# Supplied entries
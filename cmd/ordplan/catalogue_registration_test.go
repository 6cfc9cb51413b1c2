package main

import (
	"os"
	"path/filepath"
	"strings"
	"testing"
	"time"

	"ordplan/plan"
	"ordplan/plan/lock"
)

// freezeAs writes the lock of the plan text src beside DIR/ID.yaml, as if
// src had been frozen under that name.
func freezeAs(t *testing.T, dir, id, src string) string {
	t.Helper()
	path := filepath.Join(dir, id+".yaml")
	p, err := plan.Parse([]byte(src), path)
	if err != nil {
		t.Fatal(err)
	}
	f := lock.New(p, "TEST-1", time.Date(2026, 12, 1, 9, 0, 0, 0, time.UTC), "test")
	lp := lock.PathFor(path)
	os.Remove(lp)
	if err := os.WriteFile(lp, f.Encode(), 0o644); err != nil {
		t.Fatal(err)
	}
	return lp
}

// assumed is an assumptions section for goodPlan's outcome (three
// categories) with the given effects and further top-level lines.
func assumed(effects, more string) string {
	return "assumptions:\n  predictors: {a: {mean: 0, sd: 1}, b: {mean: 0, sd: 1}}\n  outcomes:\n    y:\n      proportions: [0.3, 0.4, 0.3]\n      effects: " + effects + "\n" + more
}

// clustered is goodPlan with a cluster column k (written by the
// simulation) and cluster-robust errors.
var clustered = edit("  file: d.csv\n", "  file: d.csv\n  cluster: k\n", "rules:", "covariance: clustered\nrules:")
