package main

import (
	"encoding/json"
	"fmt"
	"math"
	"math/rand/v2"
	"os"
	"path/filepath"
	"strings"
	"testing"

	"ordplan/runner/queue/localserver"
)

// TestFitPartsFlagCollinearity: `ordplan fit --parts --queue` makes the
// near-collinearity check the local fit makes (it printed no warning): an
// invented data set (seeded), x2 = x1 + N(0, 0.001^2) and y from a
// cumulative logit in x1 and x3, split into two parts; the fit over the
// workers flags x1 and x2 with the local fit's factors (to 1e-6, the
// local fit of the same rows being the reference) and prints the warning.
func TestFitPartsFlagCollinearity(t *testing.T) {
	if testing.Short() {
		t.Skip("starts worker processes")
	}
	dir := t.TempDir()
	rng := rand.New(rand.NewPCG(13, 2))
	var rows []string
	for i := 0; i < 400; i++ {
		x1, x3 := rng.NormFloat64(), rng.NormFloat64()
		u := rng.Float64()
		lat := 0.8*x1 + 0.5*x3 + math.Log(u/(1-u))
		y := 1
		if lat > -0.7 {
			y = 2
		}
		if lat > 0.9 {
			y = 3
		}
		rows = append(rows, fmt.Sprintf("%d,%.6f,%.6f,%.6f", y, x1, x1+1e-3*rng.NormFloat64(), x3))
	}
	write := func(name string, rs []string) string {
		p := filepath.Join(dir, name)
		if err := os.WriteFile(p, []byte("y,x1,x2,x3\n"+strings.Join(rs, "\n")+"\n"), 0o644); err != nil {
			t.Fatal(err)
		}
		return p
	}
	whole, p1, p2 := write("all.csv", rows), write("p1.csv", rows[:200]), write("p2.csv", rows[200:])
	url := localserver.ForTest(t)
	startWorkerProc(t, url, "c1")
	args := []string{"fit", "--outcome", "y", "--predictors", "x1,x2,x3"}
	type flagged struct {
		Collinear []struct {
			Term   string  `json:"term"`
			Factor float64 `json:"variance_inflation"`
		} `json:"collinear"`
	}
	var local, dist flagged
	for _, c := range []struct {
		args []string
		into *flagged
	}{{[]string{"--data", whole}, &local}, {[]string{"--queue", url, "--parts", p1 + "," + p2}, &dist}} {
		out, errs, code := runCLI(append(append(args, c.args...), "--json")...)
		if code != 0 {
			t.Fatalf("%v: exit %d: %s", c.args, code, errs)
		}
		if err := json.Unmarshal([]byte(out), c.into); err != nil {
			t.Fatal(err)
		}
	}
	if len(local.Collinear) != 2 || len(dist.Collinear) != 2 {
		t.Fatalf("flagged: local %+v, over the parts %+v; want x1 and x2 in both", local.Collinear, dist.Collinear)
	}
	for k, v := range dist.Collinear {
		if w := local.Collinear[k]; v.Term != w.Term || math.Abs(v.Factor-w.Factor) > 1e-6*w.Factor {
			t.Errorf("over the parts %s %g, local %s %g", v.Term, v.Factor, w.Term, w.Factor)
		}
	}
	out, errs, code := runCLI(append(args, "--queue", url, "--parts", p1+","+p2)...)
	if code != 0 || !strings.Contains(out, "Warning: near-collinearity: the slopes of x1 and x2 have variance inflation ") {
		t.Errorf("exit %d, no warning:\n%s\n%s", code, out, errs)
	}
}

# What is expected
Please report every line of the records above that contains the word "cluster".

# Output for this task
// clustered is goodPlan with a cluster column k (written by the
// simulation) and cluster-robust errors.
var clustered = edit("  file: d.csv\n", "  file: d.csv\n  cluster: k\n", "rules:", "covariance: clustered\nrules:")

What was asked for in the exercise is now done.